[Source material — start]
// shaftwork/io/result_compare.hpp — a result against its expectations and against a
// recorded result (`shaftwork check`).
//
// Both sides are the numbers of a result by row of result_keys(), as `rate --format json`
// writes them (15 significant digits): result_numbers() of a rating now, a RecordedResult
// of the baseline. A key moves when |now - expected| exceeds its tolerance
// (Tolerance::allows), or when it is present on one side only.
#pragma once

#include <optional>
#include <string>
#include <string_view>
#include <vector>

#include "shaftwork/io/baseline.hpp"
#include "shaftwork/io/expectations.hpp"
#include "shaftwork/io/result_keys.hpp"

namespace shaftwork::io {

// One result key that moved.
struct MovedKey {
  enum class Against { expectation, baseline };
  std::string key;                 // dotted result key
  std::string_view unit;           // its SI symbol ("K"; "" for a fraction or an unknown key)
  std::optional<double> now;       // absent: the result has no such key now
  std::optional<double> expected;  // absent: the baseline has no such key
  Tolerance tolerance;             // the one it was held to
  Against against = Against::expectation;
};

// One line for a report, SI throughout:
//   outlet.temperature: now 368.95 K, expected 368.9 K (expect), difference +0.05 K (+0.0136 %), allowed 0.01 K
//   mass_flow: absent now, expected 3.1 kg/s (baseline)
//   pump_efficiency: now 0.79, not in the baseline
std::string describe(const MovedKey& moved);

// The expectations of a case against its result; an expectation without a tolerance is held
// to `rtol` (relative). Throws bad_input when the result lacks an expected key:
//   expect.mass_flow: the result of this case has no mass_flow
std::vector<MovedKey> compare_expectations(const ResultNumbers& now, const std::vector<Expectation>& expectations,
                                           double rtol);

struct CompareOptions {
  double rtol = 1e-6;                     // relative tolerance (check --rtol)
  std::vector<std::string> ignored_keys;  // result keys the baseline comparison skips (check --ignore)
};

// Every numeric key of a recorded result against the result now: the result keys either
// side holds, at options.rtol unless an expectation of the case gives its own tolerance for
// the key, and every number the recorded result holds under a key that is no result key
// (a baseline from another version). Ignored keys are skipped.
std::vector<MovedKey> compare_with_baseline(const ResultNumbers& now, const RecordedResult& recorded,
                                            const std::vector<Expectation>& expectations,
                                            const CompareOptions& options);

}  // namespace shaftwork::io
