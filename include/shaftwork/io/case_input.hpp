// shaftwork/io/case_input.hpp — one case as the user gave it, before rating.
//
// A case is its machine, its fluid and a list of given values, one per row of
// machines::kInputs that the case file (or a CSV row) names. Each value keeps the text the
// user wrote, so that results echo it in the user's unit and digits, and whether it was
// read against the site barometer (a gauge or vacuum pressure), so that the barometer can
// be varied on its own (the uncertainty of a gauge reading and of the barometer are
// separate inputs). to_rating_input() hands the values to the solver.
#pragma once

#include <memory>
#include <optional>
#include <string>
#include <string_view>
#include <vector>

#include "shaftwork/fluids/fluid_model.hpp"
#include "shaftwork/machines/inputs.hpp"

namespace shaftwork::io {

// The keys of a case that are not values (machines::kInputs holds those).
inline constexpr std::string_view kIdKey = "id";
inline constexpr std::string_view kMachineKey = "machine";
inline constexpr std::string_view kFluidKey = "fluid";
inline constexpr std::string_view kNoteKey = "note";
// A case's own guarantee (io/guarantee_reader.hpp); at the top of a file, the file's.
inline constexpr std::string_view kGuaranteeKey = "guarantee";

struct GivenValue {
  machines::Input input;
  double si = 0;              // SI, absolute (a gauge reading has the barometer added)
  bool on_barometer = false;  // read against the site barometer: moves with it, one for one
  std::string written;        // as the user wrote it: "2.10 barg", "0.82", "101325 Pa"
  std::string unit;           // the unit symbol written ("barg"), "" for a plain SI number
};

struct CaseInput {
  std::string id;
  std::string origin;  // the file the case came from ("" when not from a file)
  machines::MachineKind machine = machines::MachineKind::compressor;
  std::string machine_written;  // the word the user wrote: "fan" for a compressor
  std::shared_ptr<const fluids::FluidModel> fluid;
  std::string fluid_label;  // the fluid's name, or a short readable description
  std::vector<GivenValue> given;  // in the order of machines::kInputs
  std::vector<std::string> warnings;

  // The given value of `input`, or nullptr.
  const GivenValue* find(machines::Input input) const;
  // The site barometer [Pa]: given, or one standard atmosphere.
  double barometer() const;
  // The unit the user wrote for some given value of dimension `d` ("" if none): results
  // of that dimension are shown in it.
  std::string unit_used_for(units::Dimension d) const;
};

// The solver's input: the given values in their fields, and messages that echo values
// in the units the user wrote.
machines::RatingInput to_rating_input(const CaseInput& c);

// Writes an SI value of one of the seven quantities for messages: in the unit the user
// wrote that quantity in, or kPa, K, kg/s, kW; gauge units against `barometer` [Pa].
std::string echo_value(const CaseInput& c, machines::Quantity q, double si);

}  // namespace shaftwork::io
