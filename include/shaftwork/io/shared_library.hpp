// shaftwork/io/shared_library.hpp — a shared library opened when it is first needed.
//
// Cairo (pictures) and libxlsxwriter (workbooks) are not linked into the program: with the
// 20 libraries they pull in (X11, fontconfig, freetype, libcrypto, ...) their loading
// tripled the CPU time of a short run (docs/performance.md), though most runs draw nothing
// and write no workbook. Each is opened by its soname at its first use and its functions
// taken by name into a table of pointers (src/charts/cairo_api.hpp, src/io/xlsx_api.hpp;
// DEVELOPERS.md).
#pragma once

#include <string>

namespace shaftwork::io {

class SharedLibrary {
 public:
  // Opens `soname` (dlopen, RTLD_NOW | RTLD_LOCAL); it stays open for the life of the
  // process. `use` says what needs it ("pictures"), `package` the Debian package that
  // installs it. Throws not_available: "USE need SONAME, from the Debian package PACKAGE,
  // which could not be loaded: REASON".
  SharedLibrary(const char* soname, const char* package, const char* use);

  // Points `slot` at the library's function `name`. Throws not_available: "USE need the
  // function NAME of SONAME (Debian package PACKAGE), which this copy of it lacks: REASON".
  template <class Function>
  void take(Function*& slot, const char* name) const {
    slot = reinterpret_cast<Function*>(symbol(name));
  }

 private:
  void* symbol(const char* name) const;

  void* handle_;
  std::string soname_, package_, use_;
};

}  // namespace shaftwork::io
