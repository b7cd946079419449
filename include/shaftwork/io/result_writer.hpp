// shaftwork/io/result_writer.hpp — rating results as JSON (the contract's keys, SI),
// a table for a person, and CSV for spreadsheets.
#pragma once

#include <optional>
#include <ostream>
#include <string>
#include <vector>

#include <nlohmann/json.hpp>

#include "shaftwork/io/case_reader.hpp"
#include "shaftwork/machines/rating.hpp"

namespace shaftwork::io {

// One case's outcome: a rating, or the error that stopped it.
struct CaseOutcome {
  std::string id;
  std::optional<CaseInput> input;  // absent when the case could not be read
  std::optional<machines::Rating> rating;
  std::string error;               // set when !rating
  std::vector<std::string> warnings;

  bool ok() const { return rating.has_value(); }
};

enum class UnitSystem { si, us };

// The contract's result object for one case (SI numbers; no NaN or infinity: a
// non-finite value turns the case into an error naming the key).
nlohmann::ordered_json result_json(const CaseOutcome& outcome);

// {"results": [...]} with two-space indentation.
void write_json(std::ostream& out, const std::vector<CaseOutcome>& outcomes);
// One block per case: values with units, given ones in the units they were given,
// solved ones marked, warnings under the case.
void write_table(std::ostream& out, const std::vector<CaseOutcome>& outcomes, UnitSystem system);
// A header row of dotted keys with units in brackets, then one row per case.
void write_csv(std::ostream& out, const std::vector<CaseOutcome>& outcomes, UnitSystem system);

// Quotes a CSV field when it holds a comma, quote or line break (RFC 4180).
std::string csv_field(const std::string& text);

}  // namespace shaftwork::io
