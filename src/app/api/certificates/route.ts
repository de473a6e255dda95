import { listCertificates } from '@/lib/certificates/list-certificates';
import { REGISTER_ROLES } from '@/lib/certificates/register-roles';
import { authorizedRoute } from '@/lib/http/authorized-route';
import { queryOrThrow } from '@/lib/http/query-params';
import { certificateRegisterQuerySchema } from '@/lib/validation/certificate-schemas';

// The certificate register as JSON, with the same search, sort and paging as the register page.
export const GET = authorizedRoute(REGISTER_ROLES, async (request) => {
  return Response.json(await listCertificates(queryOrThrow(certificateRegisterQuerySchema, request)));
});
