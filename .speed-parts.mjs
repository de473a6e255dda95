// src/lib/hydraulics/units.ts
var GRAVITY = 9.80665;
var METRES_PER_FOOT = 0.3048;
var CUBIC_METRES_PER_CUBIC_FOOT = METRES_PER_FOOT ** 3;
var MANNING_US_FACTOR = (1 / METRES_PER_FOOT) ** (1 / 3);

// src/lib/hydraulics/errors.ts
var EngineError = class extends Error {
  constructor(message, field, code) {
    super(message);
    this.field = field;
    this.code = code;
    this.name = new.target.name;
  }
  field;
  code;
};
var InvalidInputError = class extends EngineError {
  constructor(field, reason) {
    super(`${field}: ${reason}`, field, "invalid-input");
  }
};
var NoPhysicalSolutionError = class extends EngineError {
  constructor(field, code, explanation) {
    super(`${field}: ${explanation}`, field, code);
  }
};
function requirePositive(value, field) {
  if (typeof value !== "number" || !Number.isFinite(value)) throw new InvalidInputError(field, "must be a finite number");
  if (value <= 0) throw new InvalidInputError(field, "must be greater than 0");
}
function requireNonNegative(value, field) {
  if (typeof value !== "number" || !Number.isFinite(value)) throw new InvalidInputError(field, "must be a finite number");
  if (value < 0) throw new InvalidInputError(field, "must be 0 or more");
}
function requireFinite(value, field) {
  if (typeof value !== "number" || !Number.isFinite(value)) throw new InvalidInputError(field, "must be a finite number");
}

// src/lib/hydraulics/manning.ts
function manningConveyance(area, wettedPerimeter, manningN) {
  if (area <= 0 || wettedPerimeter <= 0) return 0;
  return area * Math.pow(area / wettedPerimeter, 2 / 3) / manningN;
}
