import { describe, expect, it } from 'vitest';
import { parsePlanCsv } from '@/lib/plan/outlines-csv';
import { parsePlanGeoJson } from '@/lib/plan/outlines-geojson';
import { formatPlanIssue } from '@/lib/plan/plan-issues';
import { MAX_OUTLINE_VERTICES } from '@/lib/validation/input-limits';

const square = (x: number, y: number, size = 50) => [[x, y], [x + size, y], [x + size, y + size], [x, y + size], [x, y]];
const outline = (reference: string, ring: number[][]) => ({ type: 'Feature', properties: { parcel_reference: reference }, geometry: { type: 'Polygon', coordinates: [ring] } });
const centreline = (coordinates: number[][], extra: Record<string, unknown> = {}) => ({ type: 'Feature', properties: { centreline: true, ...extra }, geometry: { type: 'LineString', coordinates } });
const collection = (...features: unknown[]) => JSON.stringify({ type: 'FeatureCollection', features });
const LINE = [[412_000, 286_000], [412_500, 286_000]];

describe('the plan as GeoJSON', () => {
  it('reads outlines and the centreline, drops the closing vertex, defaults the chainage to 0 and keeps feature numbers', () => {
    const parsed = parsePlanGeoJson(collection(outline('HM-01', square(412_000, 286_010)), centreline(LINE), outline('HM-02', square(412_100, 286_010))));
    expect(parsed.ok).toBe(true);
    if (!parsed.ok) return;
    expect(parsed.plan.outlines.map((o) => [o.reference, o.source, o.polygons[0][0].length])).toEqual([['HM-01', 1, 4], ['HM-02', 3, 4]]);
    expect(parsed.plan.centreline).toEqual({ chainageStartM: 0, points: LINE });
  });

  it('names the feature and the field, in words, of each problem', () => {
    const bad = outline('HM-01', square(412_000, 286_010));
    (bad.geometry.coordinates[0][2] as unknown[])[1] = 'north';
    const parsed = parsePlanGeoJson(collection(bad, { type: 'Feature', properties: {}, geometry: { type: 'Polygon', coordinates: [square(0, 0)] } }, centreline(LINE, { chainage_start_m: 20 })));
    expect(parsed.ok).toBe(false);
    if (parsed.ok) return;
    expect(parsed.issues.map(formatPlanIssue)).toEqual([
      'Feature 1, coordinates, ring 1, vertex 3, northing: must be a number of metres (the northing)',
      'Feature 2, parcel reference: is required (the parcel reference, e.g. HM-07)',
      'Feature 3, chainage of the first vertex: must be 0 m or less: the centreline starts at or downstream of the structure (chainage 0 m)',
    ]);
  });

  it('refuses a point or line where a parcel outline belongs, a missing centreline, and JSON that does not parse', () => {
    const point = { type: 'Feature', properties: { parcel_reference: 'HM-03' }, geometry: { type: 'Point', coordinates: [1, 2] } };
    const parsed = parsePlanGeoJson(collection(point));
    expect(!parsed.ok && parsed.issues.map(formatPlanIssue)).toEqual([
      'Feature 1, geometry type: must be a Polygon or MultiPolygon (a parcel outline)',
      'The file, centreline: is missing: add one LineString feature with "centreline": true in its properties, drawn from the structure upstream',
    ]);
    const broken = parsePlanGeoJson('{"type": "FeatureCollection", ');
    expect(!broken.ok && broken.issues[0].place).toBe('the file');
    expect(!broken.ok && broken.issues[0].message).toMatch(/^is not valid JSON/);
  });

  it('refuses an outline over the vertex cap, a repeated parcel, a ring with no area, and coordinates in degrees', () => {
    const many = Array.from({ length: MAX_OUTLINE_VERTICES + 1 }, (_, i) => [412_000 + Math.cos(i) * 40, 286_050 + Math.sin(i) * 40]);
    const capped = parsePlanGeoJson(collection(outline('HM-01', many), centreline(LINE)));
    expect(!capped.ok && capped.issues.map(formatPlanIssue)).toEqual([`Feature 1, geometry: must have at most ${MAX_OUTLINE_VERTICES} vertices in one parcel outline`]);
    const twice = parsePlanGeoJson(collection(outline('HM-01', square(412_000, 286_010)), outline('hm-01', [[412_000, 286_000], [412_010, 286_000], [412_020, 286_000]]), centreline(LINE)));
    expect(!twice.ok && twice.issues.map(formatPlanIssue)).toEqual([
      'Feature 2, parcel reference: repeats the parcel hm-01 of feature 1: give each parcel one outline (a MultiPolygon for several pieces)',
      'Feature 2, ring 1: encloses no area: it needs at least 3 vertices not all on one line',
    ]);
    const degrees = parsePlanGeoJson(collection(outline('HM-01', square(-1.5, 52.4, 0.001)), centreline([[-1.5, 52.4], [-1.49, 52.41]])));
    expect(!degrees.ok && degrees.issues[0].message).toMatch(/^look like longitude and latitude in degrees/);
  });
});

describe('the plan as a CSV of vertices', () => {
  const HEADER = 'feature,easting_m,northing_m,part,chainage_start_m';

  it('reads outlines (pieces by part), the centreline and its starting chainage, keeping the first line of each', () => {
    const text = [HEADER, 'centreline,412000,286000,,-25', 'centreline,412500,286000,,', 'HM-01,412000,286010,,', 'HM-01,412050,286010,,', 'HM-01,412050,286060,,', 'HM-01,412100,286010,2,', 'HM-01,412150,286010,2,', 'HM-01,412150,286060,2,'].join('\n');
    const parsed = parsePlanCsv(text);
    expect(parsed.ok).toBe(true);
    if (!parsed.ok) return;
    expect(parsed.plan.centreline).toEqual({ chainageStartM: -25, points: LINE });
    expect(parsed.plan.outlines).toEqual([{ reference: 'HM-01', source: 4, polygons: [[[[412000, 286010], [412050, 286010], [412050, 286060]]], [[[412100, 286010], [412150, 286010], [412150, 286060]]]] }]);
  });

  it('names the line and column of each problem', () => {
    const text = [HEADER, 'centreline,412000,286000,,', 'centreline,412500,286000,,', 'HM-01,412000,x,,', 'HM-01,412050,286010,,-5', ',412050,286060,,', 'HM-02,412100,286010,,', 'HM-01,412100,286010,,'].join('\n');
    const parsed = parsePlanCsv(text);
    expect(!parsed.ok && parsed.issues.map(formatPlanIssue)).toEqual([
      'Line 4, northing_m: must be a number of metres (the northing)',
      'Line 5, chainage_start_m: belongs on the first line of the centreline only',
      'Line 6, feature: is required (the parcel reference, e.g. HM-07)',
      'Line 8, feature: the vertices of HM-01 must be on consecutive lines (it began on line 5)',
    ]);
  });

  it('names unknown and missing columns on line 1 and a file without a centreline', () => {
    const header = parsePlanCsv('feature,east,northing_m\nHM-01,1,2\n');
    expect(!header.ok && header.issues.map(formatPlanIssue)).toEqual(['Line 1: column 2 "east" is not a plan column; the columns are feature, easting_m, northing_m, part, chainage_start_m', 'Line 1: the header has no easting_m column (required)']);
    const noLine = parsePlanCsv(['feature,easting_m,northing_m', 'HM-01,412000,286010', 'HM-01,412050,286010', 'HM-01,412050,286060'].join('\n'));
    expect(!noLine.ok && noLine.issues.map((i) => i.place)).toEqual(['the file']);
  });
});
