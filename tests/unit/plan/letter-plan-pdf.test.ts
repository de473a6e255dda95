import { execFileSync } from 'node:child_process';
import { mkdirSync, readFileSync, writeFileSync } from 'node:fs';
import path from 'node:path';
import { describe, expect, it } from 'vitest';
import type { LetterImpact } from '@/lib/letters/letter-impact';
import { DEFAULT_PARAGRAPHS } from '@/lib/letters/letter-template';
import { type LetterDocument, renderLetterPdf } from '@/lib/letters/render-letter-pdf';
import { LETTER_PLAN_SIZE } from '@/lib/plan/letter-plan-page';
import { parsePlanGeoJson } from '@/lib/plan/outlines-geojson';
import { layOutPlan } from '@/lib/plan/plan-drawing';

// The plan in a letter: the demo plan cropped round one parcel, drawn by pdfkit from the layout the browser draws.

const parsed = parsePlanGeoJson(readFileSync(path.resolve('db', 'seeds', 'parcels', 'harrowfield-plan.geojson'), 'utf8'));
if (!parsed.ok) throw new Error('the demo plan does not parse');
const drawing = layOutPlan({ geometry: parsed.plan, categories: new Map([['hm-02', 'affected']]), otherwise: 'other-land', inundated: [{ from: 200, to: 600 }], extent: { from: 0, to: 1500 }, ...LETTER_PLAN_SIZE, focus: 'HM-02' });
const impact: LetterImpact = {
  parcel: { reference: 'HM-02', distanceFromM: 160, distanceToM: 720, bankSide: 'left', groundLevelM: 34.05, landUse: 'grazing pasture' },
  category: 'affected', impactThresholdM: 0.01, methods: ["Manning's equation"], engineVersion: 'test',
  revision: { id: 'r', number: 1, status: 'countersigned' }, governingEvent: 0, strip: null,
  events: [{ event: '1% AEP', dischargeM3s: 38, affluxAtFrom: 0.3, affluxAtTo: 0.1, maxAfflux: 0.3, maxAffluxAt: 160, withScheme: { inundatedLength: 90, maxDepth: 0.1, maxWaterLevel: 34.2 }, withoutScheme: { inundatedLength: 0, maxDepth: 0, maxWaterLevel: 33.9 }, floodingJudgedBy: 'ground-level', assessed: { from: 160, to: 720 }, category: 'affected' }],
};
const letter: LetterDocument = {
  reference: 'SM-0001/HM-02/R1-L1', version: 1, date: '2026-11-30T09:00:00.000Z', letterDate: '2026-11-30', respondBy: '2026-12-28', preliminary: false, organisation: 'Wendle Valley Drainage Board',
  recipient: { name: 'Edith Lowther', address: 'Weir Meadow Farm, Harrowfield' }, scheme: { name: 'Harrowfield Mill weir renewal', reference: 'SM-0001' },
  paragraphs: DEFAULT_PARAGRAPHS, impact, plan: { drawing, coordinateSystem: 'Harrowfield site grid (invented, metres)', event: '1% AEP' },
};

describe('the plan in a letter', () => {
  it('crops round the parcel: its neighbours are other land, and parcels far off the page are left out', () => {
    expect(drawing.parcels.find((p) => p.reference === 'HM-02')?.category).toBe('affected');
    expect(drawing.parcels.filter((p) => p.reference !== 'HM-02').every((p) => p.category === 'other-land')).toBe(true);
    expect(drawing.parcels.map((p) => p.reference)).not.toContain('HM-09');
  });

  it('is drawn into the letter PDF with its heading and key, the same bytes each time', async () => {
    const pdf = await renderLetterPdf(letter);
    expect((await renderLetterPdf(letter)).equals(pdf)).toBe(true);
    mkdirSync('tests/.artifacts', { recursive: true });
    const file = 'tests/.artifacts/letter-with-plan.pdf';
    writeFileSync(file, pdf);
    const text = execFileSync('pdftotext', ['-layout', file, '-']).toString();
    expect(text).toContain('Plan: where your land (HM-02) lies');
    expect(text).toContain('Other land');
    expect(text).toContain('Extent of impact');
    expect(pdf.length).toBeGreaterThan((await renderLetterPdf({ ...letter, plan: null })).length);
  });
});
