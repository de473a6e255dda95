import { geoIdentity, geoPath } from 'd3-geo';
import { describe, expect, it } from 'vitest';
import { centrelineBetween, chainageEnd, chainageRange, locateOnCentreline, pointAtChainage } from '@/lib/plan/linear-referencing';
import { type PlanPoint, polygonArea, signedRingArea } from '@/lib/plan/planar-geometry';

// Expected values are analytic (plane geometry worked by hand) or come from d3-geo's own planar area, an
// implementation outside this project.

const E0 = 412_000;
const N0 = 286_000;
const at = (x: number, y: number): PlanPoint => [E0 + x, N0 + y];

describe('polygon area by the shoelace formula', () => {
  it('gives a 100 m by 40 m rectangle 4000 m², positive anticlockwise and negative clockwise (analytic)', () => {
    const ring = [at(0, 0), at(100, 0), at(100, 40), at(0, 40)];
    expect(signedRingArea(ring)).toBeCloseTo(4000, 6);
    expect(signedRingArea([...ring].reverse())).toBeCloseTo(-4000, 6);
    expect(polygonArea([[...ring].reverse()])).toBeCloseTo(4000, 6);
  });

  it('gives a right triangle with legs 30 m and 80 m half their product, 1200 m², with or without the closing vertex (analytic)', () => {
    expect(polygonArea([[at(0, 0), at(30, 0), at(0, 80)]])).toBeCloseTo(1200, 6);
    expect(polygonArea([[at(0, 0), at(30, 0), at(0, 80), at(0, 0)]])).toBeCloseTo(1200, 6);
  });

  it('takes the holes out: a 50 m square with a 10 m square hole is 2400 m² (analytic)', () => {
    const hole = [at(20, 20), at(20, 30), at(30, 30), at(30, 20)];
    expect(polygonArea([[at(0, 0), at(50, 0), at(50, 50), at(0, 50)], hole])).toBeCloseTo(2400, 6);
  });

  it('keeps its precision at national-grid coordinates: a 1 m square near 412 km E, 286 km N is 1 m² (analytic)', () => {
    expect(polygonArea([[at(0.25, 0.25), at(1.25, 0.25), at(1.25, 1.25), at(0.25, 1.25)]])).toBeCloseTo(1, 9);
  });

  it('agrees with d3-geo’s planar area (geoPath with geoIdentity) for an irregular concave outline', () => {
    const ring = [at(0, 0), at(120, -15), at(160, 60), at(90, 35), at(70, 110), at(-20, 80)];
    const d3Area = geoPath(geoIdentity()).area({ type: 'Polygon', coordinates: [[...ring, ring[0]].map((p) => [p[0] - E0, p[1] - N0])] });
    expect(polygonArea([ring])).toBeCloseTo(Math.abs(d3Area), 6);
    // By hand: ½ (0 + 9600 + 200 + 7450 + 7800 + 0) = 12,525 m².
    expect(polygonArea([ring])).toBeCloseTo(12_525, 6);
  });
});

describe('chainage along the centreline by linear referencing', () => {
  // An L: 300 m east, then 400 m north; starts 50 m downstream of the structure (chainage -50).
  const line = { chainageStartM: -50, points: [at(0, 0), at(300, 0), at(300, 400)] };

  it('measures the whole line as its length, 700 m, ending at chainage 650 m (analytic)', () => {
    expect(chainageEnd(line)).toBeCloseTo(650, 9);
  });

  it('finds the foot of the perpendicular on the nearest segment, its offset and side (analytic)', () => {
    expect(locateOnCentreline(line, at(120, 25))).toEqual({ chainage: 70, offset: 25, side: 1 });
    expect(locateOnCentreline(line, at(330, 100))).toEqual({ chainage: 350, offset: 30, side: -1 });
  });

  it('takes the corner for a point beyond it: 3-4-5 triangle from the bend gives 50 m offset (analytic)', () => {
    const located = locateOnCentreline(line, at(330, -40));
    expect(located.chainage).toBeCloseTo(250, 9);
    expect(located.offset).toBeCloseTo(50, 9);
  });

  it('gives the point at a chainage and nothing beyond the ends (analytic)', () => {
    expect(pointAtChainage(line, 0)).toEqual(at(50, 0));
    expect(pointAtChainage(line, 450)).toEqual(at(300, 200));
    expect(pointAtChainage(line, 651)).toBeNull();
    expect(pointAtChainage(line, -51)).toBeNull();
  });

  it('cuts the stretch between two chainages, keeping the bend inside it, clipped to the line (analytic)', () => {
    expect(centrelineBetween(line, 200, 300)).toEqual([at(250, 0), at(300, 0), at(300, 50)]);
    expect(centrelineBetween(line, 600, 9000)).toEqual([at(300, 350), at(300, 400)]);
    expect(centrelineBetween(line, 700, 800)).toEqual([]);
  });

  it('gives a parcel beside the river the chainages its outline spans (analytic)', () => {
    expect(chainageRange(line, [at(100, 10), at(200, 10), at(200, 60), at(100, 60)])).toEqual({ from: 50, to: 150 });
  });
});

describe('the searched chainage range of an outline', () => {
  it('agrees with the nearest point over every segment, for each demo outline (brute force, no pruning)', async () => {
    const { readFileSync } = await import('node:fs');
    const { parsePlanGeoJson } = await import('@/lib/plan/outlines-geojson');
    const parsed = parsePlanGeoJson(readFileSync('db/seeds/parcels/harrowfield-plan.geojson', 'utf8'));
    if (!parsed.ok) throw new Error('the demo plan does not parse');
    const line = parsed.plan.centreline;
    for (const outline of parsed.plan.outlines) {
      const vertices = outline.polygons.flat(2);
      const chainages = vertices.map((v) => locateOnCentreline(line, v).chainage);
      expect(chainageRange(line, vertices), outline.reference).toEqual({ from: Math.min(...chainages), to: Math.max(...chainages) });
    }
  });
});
[Source material — finish]
§ What you should do: Go through the material above, find each line with the string "drawn", and copy it.

§ Your solution:
      'The file, centreline: is missing: add one LineString feature with "centreline": true in its properties, drawn from the structure upstream',
// The plan in a letter: the demo plan cropped round one parcel, drawn by pdfkit from the layout the browser draws.
  it('is drawn into the letter PDF with its heading and key, the same bytes each time', async () => {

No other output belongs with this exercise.